Exercise directions → Copy every line of the entries that has the string "fewer" in it.

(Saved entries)
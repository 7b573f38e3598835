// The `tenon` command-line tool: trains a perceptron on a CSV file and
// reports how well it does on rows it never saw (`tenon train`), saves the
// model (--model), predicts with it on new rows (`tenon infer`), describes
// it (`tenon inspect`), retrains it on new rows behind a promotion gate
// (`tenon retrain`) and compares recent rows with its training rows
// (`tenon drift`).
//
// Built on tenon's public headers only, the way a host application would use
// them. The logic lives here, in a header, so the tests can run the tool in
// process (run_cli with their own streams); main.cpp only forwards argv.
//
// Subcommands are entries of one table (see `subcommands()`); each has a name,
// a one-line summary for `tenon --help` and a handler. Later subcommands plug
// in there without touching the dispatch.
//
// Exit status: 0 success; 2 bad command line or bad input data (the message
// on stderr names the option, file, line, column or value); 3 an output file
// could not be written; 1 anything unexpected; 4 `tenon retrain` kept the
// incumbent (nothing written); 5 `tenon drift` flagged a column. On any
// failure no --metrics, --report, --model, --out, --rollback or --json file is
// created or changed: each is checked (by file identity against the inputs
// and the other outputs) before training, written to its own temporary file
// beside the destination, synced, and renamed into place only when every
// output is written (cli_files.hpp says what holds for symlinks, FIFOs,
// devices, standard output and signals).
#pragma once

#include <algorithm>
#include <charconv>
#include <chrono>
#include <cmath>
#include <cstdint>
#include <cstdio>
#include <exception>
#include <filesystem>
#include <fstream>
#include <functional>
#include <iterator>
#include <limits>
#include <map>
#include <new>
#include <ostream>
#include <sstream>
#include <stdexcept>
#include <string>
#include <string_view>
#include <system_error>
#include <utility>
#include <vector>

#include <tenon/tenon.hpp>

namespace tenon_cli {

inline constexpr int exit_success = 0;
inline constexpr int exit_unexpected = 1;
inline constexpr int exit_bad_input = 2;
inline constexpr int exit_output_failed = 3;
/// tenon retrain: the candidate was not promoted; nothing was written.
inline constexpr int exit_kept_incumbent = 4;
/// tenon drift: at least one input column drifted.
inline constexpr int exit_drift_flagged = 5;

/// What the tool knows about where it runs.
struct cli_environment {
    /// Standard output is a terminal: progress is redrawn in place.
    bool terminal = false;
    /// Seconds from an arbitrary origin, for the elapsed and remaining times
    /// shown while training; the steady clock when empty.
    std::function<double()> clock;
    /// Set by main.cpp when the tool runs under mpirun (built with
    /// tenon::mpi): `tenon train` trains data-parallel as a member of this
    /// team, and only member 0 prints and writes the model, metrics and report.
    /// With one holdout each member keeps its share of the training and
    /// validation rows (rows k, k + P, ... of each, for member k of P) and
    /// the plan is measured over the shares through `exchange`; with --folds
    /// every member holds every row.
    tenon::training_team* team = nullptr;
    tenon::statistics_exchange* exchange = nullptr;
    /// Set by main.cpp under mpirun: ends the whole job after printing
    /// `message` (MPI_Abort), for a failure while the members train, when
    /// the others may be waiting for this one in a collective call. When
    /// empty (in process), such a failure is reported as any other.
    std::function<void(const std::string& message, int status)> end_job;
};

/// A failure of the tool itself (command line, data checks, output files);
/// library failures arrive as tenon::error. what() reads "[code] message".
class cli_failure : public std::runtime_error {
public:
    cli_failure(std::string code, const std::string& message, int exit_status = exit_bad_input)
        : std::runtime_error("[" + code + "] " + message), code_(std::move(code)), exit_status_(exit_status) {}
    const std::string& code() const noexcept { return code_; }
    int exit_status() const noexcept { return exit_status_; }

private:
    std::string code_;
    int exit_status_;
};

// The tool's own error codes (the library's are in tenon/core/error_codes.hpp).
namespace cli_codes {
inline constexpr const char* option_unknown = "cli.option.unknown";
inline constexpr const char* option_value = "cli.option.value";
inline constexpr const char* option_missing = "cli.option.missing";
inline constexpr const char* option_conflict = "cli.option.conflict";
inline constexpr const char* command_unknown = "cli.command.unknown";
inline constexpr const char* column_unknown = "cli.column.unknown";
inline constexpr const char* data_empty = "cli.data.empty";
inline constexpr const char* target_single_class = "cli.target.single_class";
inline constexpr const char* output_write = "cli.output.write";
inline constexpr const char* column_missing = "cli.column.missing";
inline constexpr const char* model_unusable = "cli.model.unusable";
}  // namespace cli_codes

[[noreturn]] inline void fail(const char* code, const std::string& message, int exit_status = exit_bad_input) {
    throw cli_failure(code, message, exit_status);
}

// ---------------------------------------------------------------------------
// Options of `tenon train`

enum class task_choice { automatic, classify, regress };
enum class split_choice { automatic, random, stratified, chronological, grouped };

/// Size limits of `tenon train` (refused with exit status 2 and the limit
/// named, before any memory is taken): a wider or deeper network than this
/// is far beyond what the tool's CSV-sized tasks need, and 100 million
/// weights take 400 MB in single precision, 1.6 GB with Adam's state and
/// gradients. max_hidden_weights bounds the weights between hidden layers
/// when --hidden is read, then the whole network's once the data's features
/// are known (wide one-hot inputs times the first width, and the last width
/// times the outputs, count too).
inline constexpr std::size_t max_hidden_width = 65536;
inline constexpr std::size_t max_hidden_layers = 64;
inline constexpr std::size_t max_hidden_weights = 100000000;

* * *

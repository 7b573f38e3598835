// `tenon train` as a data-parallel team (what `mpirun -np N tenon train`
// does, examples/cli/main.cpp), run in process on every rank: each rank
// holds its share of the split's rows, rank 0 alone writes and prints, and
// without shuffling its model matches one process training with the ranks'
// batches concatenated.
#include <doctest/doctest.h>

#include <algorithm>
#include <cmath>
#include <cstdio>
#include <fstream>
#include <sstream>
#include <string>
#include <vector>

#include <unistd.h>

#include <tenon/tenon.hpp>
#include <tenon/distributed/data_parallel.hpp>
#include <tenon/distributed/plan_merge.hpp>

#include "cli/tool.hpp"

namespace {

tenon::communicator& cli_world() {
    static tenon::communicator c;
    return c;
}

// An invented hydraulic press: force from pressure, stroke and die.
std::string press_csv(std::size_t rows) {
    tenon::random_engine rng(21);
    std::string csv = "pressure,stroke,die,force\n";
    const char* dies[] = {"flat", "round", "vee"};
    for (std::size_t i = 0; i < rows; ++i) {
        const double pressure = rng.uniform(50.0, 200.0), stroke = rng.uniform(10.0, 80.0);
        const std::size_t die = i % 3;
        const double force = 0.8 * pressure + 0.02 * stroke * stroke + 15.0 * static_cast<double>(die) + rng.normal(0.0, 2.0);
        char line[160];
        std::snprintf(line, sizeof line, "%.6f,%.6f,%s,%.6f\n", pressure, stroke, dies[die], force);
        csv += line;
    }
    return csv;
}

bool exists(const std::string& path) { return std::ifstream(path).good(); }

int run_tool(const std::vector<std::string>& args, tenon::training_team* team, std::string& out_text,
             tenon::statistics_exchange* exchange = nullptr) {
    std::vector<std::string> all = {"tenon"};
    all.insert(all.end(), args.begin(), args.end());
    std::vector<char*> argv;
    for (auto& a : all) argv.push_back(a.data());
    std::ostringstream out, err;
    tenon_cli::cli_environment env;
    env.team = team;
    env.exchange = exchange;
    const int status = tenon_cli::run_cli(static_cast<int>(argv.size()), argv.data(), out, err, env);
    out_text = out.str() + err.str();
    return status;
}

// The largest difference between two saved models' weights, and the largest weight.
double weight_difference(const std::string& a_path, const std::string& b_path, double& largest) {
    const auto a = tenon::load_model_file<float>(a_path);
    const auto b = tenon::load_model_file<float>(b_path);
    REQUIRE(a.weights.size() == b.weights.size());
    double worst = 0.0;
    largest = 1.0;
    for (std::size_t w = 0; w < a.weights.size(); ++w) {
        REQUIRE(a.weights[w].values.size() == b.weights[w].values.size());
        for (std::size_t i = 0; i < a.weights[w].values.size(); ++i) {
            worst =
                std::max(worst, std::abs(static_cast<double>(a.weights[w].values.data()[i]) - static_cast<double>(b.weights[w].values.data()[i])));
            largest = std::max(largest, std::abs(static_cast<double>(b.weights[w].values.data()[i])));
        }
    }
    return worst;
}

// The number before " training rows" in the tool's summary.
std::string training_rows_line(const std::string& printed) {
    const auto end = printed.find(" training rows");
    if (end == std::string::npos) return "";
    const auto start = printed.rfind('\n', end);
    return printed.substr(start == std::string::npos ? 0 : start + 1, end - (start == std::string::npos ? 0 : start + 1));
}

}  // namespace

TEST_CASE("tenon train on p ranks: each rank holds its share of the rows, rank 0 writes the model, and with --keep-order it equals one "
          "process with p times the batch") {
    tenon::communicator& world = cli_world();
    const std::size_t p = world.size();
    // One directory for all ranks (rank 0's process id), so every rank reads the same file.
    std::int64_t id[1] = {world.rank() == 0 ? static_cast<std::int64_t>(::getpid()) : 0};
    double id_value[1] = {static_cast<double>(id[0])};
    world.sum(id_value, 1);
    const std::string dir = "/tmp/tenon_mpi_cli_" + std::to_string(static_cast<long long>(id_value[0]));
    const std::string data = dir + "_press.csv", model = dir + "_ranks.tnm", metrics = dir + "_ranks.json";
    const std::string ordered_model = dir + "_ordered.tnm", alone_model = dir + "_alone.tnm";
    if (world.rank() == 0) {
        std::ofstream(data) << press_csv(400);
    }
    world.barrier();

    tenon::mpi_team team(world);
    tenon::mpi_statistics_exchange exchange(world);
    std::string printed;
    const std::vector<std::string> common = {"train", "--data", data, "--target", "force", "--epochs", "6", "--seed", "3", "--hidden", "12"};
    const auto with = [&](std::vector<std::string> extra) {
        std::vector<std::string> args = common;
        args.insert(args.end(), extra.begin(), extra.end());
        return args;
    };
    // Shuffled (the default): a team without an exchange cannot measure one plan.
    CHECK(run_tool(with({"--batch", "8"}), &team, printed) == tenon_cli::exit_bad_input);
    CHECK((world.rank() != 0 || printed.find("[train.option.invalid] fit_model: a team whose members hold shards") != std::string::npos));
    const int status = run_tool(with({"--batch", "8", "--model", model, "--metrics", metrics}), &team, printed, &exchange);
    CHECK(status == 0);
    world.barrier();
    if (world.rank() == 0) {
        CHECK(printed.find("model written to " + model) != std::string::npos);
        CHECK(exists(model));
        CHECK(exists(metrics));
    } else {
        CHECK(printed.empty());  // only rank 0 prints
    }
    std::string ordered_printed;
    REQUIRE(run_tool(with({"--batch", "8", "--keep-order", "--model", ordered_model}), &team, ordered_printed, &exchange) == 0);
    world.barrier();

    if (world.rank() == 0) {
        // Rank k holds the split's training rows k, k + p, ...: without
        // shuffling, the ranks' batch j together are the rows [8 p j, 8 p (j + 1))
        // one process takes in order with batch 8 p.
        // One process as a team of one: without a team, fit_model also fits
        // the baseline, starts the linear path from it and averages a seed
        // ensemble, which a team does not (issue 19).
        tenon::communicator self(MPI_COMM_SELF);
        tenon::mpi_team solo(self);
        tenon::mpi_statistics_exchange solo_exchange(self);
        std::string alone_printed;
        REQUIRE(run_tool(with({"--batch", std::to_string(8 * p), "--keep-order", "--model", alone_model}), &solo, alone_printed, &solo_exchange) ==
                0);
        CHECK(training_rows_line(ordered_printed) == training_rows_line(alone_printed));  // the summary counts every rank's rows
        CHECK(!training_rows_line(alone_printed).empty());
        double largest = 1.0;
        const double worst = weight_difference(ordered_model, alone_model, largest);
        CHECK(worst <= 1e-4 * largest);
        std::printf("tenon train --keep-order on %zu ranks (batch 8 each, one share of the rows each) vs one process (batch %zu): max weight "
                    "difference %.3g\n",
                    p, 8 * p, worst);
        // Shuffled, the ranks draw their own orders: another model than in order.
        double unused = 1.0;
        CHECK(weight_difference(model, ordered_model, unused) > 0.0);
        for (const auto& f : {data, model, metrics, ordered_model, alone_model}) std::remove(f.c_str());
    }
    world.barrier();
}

==

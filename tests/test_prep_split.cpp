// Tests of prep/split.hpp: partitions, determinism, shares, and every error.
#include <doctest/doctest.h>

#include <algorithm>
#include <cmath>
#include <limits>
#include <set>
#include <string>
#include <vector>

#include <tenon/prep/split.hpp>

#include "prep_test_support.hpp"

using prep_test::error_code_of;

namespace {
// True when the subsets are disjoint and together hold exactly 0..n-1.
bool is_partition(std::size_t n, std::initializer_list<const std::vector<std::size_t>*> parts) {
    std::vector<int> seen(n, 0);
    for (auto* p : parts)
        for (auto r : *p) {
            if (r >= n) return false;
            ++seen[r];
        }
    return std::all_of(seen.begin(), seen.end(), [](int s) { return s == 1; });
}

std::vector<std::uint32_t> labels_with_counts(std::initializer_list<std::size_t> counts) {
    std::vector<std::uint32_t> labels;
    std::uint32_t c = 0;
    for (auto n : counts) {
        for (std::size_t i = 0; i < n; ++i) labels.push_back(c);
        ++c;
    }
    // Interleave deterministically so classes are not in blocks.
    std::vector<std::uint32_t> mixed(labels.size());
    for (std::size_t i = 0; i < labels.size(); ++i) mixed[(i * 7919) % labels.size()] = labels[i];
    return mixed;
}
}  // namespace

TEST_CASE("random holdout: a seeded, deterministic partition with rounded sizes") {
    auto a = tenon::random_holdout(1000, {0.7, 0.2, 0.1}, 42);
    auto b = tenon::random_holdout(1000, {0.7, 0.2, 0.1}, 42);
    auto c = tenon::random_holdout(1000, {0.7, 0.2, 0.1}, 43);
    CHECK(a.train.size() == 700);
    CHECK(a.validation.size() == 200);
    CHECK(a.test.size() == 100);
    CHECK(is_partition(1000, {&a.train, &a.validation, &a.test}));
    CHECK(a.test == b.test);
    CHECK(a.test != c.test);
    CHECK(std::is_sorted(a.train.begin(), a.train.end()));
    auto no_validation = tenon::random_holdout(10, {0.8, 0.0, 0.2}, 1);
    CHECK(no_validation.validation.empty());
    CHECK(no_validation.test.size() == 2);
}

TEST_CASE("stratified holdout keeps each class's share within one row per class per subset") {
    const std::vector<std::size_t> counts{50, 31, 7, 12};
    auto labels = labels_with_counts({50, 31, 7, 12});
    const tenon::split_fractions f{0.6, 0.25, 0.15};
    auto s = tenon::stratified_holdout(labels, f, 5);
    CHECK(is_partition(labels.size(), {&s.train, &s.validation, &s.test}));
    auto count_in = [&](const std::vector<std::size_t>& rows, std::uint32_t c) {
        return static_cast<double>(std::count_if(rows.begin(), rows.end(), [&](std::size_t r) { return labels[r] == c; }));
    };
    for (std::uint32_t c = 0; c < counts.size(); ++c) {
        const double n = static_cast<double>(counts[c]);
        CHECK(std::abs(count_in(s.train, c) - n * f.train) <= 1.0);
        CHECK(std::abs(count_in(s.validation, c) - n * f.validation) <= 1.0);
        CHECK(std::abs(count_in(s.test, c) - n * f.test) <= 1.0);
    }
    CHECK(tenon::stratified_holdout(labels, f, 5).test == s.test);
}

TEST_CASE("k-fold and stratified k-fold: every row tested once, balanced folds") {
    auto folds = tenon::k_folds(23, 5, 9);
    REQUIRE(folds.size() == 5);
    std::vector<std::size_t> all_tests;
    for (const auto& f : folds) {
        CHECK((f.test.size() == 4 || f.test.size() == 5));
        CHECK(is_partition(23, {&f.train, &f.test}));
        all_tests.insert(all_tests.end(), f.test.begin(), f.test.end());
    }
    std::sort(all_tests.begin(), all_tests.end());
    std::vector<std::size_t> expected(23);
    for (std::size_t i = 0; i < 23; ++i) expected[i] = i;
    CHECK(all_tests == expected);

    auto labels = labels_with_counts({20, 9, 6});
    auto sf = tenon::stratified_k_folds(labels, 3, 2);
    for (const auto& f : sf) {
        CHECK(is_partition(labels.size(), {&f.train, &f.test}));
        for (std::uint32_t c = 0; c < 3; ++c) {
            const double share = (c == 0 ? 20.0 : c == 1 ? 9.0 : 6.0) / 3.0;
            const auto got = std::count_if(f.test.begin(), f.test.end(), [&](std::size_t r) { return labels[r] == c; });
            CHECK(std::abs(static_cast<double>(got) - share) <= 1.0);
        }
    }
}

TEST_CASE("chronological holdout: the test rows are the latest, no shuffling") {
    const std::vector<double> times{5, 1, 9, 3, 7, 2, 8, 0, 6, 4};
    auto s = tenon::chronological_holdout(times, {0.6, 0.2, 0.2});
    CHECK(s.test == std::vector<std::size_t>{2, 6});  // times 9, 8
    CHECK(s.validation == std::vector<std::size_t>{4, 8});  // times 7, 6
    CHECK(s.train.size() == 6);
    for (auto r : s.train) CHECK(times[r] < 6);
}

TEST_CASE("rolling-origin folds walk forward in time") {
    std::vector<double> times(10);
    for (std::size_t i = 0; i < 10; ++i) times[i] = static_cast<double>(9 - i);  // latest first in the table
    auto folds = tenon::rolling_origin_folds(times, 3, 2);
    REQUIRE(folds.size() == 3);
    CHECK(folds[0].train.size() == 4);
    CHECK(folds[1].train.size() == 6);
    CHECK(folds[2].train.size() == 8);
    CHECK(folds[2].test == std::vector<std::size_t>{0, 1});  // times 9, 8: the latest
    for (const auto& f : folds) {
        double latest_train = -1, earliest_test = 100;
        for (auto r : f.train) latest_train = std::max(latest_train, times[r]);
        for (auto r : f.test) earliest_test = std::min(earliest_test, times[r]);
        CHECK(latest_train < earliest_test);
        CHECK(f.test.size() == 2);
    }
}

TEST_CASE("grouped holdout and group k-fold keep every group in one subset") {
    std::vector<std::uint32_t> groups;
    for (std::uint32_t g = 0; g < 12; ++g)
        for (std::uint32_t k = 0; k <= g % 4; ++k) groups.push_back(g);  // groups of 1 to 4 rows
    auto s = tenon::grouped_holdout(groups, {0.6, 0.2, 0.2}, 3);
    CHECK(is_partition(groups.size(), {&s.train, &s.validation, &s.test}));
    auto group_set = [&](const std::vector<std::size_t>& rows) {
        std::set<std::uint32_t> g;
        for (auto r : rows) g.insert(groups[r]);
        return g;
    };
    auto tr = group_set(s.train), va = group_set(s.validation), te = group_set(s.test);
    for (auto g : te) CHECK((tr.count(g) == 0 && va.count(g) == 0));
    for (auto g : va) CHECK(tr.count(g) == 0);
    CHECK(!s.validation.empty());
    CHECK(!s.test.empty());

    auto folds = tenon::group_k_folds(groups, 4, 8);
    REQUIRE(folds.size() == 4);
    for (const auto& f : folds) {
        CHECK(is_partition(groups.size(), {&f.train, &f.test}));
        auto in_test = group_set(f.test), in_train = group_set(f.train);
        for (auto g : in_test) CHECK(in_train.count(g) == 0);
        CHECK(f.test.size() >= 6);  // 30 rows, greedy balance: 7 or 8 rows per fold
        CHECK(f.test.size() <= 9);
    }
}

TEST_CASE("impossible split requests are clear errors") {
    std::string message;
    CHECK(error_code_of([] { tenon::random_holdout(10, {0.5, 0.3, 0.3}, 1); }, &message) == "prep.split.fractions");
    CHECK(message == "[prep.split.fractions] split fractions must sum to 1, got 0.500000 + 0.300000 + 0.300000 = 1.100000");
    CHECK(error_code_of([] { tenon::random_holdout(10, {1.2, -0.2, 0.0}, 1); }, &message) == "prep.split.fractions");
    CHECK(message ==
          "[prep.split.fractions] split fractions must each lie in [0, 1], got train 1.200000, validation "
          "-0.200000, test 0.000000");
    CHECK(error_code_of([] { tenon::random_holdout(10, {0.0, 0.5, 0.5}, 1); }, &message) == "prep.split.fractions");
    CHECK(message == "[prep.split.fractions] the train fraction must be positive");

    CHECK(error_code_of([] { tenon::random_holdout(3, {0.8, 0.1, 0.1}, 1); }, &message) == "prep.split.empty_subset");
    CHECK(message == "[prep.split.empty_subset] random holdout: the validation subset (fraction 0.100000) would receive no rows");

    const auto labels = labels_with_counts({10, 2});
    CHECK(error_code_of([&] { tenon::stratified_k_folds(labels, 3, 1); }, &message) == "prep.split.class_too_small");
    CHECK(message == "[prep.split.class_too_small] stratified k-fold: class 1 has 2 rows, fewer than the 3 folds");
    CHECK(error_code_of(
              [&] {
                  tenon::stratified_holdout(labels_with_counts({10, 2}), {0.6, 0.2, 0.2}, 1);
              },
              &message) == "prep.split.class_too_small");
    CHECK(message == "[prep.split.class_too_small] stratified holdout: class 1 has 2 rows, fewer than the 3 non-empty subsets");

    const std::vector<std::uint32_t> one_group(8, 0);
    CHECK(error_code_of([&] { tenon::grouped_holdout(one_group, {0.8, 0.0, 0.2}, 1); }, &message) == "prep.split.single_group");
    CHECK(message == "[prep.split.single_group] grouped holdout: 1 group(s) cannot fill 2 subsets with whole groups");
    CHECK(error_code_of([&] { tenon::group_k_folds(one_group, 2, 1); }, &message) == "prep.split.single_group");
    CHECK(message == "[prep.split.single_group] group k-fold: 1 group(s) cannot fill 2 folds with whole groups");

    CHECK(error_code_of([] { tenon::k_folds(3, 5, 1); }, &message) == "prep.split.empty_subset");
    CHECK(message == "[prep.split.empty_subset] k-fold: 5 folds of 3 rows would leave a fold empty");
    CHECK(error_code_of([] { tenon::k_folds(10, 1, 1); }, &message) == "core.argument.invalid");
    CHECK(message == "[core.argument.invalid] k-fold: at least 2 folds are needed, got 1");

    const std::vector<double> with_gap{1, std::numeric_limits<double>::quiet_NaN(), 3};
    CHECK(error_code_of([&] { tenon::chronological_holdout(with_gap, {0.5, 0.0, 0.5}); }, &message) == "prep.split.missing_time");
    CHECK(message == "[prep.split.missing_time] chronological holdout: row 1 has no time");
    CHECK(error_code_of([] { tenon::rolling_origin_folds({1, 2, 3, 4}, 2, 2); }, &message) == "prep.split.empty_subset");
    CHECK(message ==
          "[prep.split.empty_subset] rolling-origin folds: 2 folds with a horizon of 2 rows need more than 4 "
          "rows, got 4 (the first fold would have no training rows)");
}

Your solution →
    CHECK(message == "[prep.split.class_too_small] stratified k-fold: class 1 has 2 rows, fewer than the 3 folds");
    CHECK(message == "[prep.split.class_too_small] stratified holdout: class 1 has 2 rows, fewer than the 3 non-empty subsets");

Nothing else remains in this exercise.